I wanted to check in on where Mycroft’s STT roadmap is currently at? Use of Google whilst understandable, is only temporary I guess? Is Mozilla getting anywhere close to something useful? Will the new Mycroft enclosure processor be able to run STT locally?
I’ve seen the upcoming Alexa will be processing transcription locally and Pixel has sufficient hardware to run the Google Assistant, so Mycroft relying on Google cloud is becoming increasingly counter-intuitive privacy-wise?
Mozilla discontinued the development for DeepSpeech. The former Mozilla Dev-team founded coqui.ai and continues development on STT (and TTS). Their latest pretrained STT-model for English has a WER of 4.5% (on Libri-speech clean test dataset), which I would consider “usable”. In case you have a CUDA-GPU you may look at Nvidia models, e.g. Conformer-Transducer, which has even better WER of 1.7%.
In my tests on a Xavier-AGX the Conformer-Transducer Model for German language has a real-time-factor of 0.127x (one second of audio input was processed in 0.127 second).

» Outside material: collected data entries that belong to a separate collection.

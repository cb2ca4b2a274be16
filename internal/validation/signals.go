package validation

import (
	"context"
	"fmt"
	"maps"
	"slices"

	"limitary/internal/chart"
	"limitary/internal/decimal"
	"limitary/internal/judge"
	"limitary/internal/limits"
	"limitary/internal/rules"
)

// Signals is the subject of the worked examples' signals: the points that the judge finds beyond the limits of each
// example, held against those that its source names. It stands apart from Groups because its figures are points, not
// values to a tolerance.
func Signals() Group { return Group{"signals of worked examples", signalChecks} }

// asked tells how to find the points of each kind of answer.
var asked = map[string]func(*example) ([]int, error){
	"beyond_3sigma":                (*example).beyond,
	"beyond_3sigma_1based":         (*example).beyond,
	"beyond_revised_limits_1based": (*example).beyondRevised,
	"beyond_limits":                func(e *example) ([]int, error) { return e.judged(e.average()) },
	"C_plus_exceeds_H_1based":      func(e *example) ([]int, error) { return e.judged(e.sums(rules.UpperOnly)) },
	"C_minus_exceeds_H":            func(e *example) ([]int, error) { return e.judged(e.sums(rules.LowerOnly)) },
}

// onTheLine names the answer that lists points on a line: they are checked not to signal.
const onTheLine = "exactly_on_UCL_1based"

func signalChecks(context.Context) ([]Check, error) {
	var file workedFile
	if err := readJSON(examplesFile, &file); err != nil {
		return nil, err
	}
	var checks []Check
	for _, e := range file.Examples {
		more, err := e.signalChecks()
		checks = append(checks, more...)
		if err != nil {
			return checks, fmt.Errorf("%s: %w", e.ID, err)
		}
	}
	return checks, nil
}

// signalChecks gives one check for the number of points that signal and one for each of them.
func (e *example) signalChecks() (checks []Check, err error) {
	exactly := func(name string, want, got int) {
		checks = append(checks, Check{Name: e.ID + ": " + name, Source: e.Source, Want: float64(want), Printed: true}.Compare(float64(got)))
	}
	for _, name := range slices.Sorted(maps.Keys(e.Signals)) {
		if name == onTheLine {
			points, err := e.beyond()
			if err != nil {
				return checks, err
			}
			for _, p := range e.Signals[name] {
				exactly(fmt.Sprintf("signals at point %d, which lies on the line", p), 0, among(points, p))
			}
			continue
		}
		find, ok := asked[name]
		if !ok {
			return checks, fmt.Errorf("no way is known to answer %q", name)
		}
		points, err := find(e)
		if err != nil {
			return checks, err
		}
		exactly(name+", number of points", len(e.Signals[name]), len(points))
		for _, p := range e.Signals[name] {
			exactly(fmt.Sprintf("%s, signals at point %d", name, p), 1, among(points, p))
		}
	}
	return checks, nil
}

func among(points []int, p int) int {
	if slices.Contains(points, p) {
		return 1
	}
	return 0
}

var beyondThree = rules.Spec{ID: "beyond-3", Kind: rules.Beyond, Consequence: rules.Stop, K: 1, M: 1, Z: 3}

// beyond gives the points beyond three sigmas of either trace, counted from 1.
func (e *example) beyond() ([]int, error) { return e.beyondWithout(nil) }

// beyondRevised judges all samples by limits that leave out those beyond the first ones.
func (e *example) beyondRevised() ([]int, error) {
	out, err := e.beyond()
	if err != nil {
		return nil, err
	}
	return e.beyondWithout(out)
}

func (e *example) beyondWithout(leftOut []int) ([]int, error) {
	req, err := e.request(quantity{Without: leftOut})
	if err != nil {
		return nil, err
	}
	res, err := limits.Compute(req)
	if err != nil {
		return nil, err
	}
	points := make([]judge.Point, len(req.Groups))
	for i, g := range req.Groups {
		points[i] = judge.Point{Readings: g.Readings, Count: g.Count}
	}
	return walked(judgeable(res, beyondThree), points)
}

// judged gives the points, counted from 1, at which a rule about the data as they are completes.
func (e *example) judged(rule rules.Spec) ([]int, error) {
	l := judge.Limits{Places: decimal.Unrounded}
	l.Traces[chart.Location] = &judge.Trace{Trace: e.trace(), Rules: []rules.Spec{rule}}
	points := make([]judge.Point, len(e.Data.X))
	for i := range points {
		points[i].Readings = e.Data.X[i : i+1]
	}
	return walked(l, points)
}

// walked judges the points one by one.
func walked(l judge.Limits, points []judge.Point) (found []int, err error) {
	j, err := judge.New(l)
	if err != nil {
		return nil, err
	}
	st, v := j.NewState(), judge.Verdict{}
	for i, p := range points {
		j.Judge(st, p, &v)
		if v.Standing > judge.Clear {
			found = append(found, i+1)
		}
	}
	return found, nil
}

I don’t remember how much of the 32GB RAM was used.
As the Xavier-AGX GPU much faster than the Jetson Nano (32TOPS vs 0.5TOPS) you might end up with a RTF of >>1x - which might be inconvenient for daily usage…
Took a bit of fiddling to get the environment set up on Rasbian buster but ultimately pipenv helped me out.

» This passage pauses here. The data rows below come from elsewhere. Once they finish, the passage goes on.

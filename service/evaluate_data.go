package service

import (
	"fmt"
	"math"

	pb "limitary/api/limitary/v1"
	"limitary/internal/chart"
	"limitary/internal/definition"
	"limitary/internal/judge"
)

// series judges single values. Without DETAIL_FULL the judge takes them as a whole, which is many times faster.
func (b *evaluator) series(j *judge.Judge, values []float64, firstJudged int) (*pb.EvaluationResult, error) {
	if k := j.Limits().Kind; k != chart.Given && k != chart.Individuals {
		return nil, definition.Invalid("series", "has one value a point, but the limits are of kind %s; send points with readings", k)
	}
	for i, x := range values {
		if math.IsInf(x, 0) {
			return nil, definition.Invalid(fmt.Sprintf("series.values[%d]", i), "%v: want a finite number, or NaN for no result", x)
		}
	}
	if b.full {
		w := newWalk(j, len(values), firstJudged, true)
		for i := range values {
			w.take(seriesPoint(values, i))
		}
		return w.result(), nil
	}
	all := j.Series(values)
	for len(all) > 0 && all[0].Point < firstJudged {
		all = all[1:]
	}
	out := &pb.EvaluationResult{Hits: make([]*pb.Hit, len(all))}
	slab := make([]pb.Hit, len(all))
	worst := judge.NotJudged
	for _, x := range values[firstJudged:] {
		if !math.IsNaN(x) {
			out.PointsJudged++
		}
	}
	if out.PointsJudged > 0 {
		worst = judge.Clear
	}
	for i, h := range all {
		spec := &j.Plan(h.Role).Specs()[h.Rule]
		worst = max(worst, judge.StandingOf(spec.Consequence))
		out.Hits[i] = &slab[i]
		slab[i].Point, slab[i].Trace, slab[i].Rule = int32(h.Point), roleToProto(h.Role), spec.ID
		slab[i].Side, slab[i].Consequence = sideToProto(h.Side), consequenceToProto(spec.Consequence)
		slab[i].WindowFirst, slab[i].FirstCounting = int32(h.WindowFirst), int32(h.FirstCounting)
	}
	out.Standing = standingToProto(worst)
	return out, nil
}

// seriesPoint gives value i as a point.
func seriesPoint(values []float64, i int) judge.Point {
	if math.IsNaN(values[i]) {
		return judge.Point{}
	}
	return judge.Point{Readings: values[i : i+1 : i+1]}
}

// points judges subgroups or statistics one by one.
func (b *evaluator) points(j *judge.Judge, points []*pb.Point, firstJudged int) (*pb.EvaluationResult, error) {
	w := newWalk(j, len(points), firstJudged, b.full)
	limits := j.Limits()
	var one [1]float64 // the judge keeps no reading, so the statistics can share their place
	for i, p := range points {
		pt, err := pointFromProto(p, limits, &one)
		if err != nil {
			return nil, under(fmt.Sprintf("points.points[%d]", i), err)
		}
		w.take(pt)
	}
	return w.result(), nil
}

func pointFromProto(in *pb.Point, l judge.Limits, one *[1]float64) (judge.Point, error) {
	pt := judge.Point{Centre: in.Centre, Sigma: in.Sigma, Break: in.GetBreakBefore(), Material: in.GetMaterial()}
	if (in.Centre != nil || in.Sigma != nil) && l.Kind != chart.Given {
		return pt, definition.Invalid("centre", "centre and sigma of a point are given, but they follow from the number of readings on a chart of kind %s", l.Kind)
	}
	if in.Centre != nil && !finite(*in.Centre) {
		return pt, definition.Invalid("centre", "%v: want a finite number", *in.Centre)
	}
	if in.Sigma != nil && !(finite(*in.Sigma) && *in.Sigma > 0) {
		return pt, definition.Invalid("sigma", "%v: want a finite number above 0", *in.Sigma)
	}
	switch v := in.GetValue().(type) {
	case nil: // no result
	case *pb.Point_Statistic:
		if l.Kind != chart.Given && l.Kind != chart.Individuals {
			return pt, definition.Invalid("statistic", "%v: a chart of kind %s takes %s", v.Statistic, l.Kind, takes(l.Kind))
		}
		if !finite(v.Statistic) {
			return pt, definition.Invalid("statistic", "%v: want a finite number; a point without a value is no result", v.Statistic)
		}
		one[0] = v.Statistic
		pt.Readings = one[:]
	case *pb.Point_Readings:
		if err := checkReadings(v.Readings.GetValues(), l); err != nil {
			return pt, err
		}
		pt.Readings = v.Readings.GetValues()
	case *pb.Point_Count:
		if !l.Kind.Counts() {
			return pt, noCounts("count", l.Kind)
		}
		pt.Count = &chart.Count{Nonconforming: v.Count.GetNonconforming(), Inspected: v.Count.GetInspected()}
		if err := l.Kind.CheckCount(*pt.Count, l.SubgroupSize); err != nil {
			return pt, definition.Invalid("count", "%v", err)
		}
	}
	return pt, nil
}

func noCounts(field string, k chart.Kind) error {
	if k == chart.Given {
		return definition.Invalid(field, "is given, but the limits are for statistics plotted as given")
	}
	return definition.Invalid(field, "is given, but a chart of kind %s takes readings", k)
}

func checkReadings(values []float64, l judge.Limits) error {
	n := len(values)
	switch {
	case l.Kind.Counts():
		return definition.Invalid("readings", "are given, but a chart of kind %s takes counts", l.Kind)
	case l.Kind == chart.Given:
		return definition.Invalid("readings", "are given, but no kind; send the statistic that is plotted, or name a kind")
	case n == 0 || n > l.SubgroupSize:
		return &definition.Error{Reason: definition.WrongReadingCount, Field: "readings",
			Text: fmt.Sprintf("%d readings: want 1 to %d, the subgroup size", n, l.SubgroupSize)}
	case n < l.SubgroupSize && l.ProcessSigma == 0:
		return definition.Invalid("readings", "%d of %d readings, and the sigma of a single reading is not known; give process_sigma", n, l.SubgroupSize)
	}
	for i, x := range values {
		if !finite(x) {
			return definition.Invalid(fmt.Sprintf("readings.values[%d]", i), "%v: want a finite number", x)
		}
	}
	return nil
}

func finite(x float64) bool { return !math.IsNaN(x) && !math.IsInf(x, 0) }

// walk judges points in order and collects the answer.
type walk struct {
	judge       *judge.Judge
	state       *judge.State
	verdict     judge.Verdict
	index       int
	firstJudged int
	full        bool
	material    string
	worst       judge.Standing
	out         *pb.EvaluationResult
	// places has, for each trace, the index of every point it has had: hits count back in points of their trace.
	places [chart.Roles][]int32
}

func newWalk(j *judge.Judge, n, firstJudged int, full bool) *walk {
	w := &walk{judge: j, state: j.NewState(), firstJudged: firstJudged, full: full, out: &pb.EvaluationResult{}}
	for role := range w.places {
		if j.Plan(chart.Role(role)) != nil {
			w.places[role] = make([]int32, 0, n)
		}
	}
	if full {
		w.out.Verdicts = make([]*pb.PointVerdict, 0, n-firstJudged)
	}
	return w
}

func (w *walk) take(pt judge.Point) {
	v := &w.verdict
	w.judge.Judge(w.state, pt, v)
	w.material = pt.Material
	for role, t := range v.Traces {
		if t.Point {
			w.places[role] = append(w.places[role], int32(w.index))
		}
	}
	if w.index >= w.firstJudged {
		w.report()
	}
	w.index++
}

func (w *walk) report() {
	v := &w.verdict
	if v.Standing != judge.NotJudged {
		w.out.PointsJudged++
	}
	w.worst = max(w.worst, v.Standing)
	from := len(w.out.Hits)
	for _, h := range v.Hits {
		spec := &w.judge.Plan(h.Role).Specs()[h.Rule]
		places := w.places[h.Role]
		last := len(places) - 1
		w.out.Hits = append(w.out.Hits, &pb.Hit{
			Point: int32(w.index), Trace: roleToProto(h.Role), Rule: spec.ID, Side: sideToProto(h.Side),
			WindowFirst: places[last-h.WindowBack], FirstCounting: places[last-h.FirstBack],
			Consequence: consequenceToProto(spec.Consequence),
		})
	}
	if w.full {
		w.out.Verdicts = append(w.out.Verdicts, w.pointVerdict(w.out.Hits[from:]))
	}
}

func (w *walk) pointVerdict(hits []*pb.Hit) *pb.PointVerdict {
	v := &w.verdict
	out := &pb.PointVerdict{Point: int32(w.index), Standing: standingToProto(v.Standing), Reason: notJudgedToProto(v.Reason), ByBound: v.ByBound}
	for role, t := range v.Traces {
		if !t.Point {
			continue
		}
		lines := w.judge.Lines(chart.Role(role), t.Scale)
		trace := traceVerdictToProto(t.Statistic, t.Scale, lines)
		trace.Original = originalVerdict(w.judge, chart.Role(role), w.material, t.Statistic, lines)
		for _, h := range hits {
			if h.Trace == roleToProto(chart.Role(role)) {
				trace.Hits = append(trace.Hits, h)
			}
		}
		if chart.Role(role) == chart.Location {
			out.Location = trace
		} else {
			out.Dispersion = trace
		}
	}
	return out
}

func (w *walk) result() *pb.EvaluationResult {
	w.out.Standing = standingToProto(w.worst)
	return w.out
}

With that in place you get quite a speed up in the “realtimeness” even if it all runs on a Raspi 4 with 4GB of RAM. Probably easier than getting a Jetson Nano setup working.
Deepspeech is dead - long live coqui.ai STT, which has a streaming API as well, don’t know if the streaming server mentioned above is still working with it…
Yeah the deepspeech guys jumped to create coqui when the funding dried up so its really deepspeech in disguise with some newer bits and bobs.
I haven’t tried espnet so clueless to load and what is needed to run but currently I think its the one to beat as kaldi has lost some ground.
is quite interesting as they make no boasts and call it “Almost State-of-the-art Automatic Speech Recognition in Tensorflow 2.” but the tflite version is really lite and speedy and need to give it a revisit.
Deepspeech/coqui last time I looked sort of ended up in no-mans land where it was neither stateofart or that lite as just managing realtime on a Pi4 but haven’t looked if the have managed to optimise since.
don’t know if the streaming server mentioned above is still working with it
me neither. there was an issue on another deepspeech server on github posted by a coqui contributor, urging the implementer to move to coqui so it sounds like at least a little fiddling with the code is needed. maybe just a change in dependency + imports but I can’t say for sure.
plus AFAIK, the first model of coqui was basically just a rebranded version of the last deepspeech model. They have a more recent one which is supposed to perform better but there’s no “tflite” version of it (yet?). So for a raspi-only solution but with streaming definitely working, deepspeech 0.9.3 is still a viable option.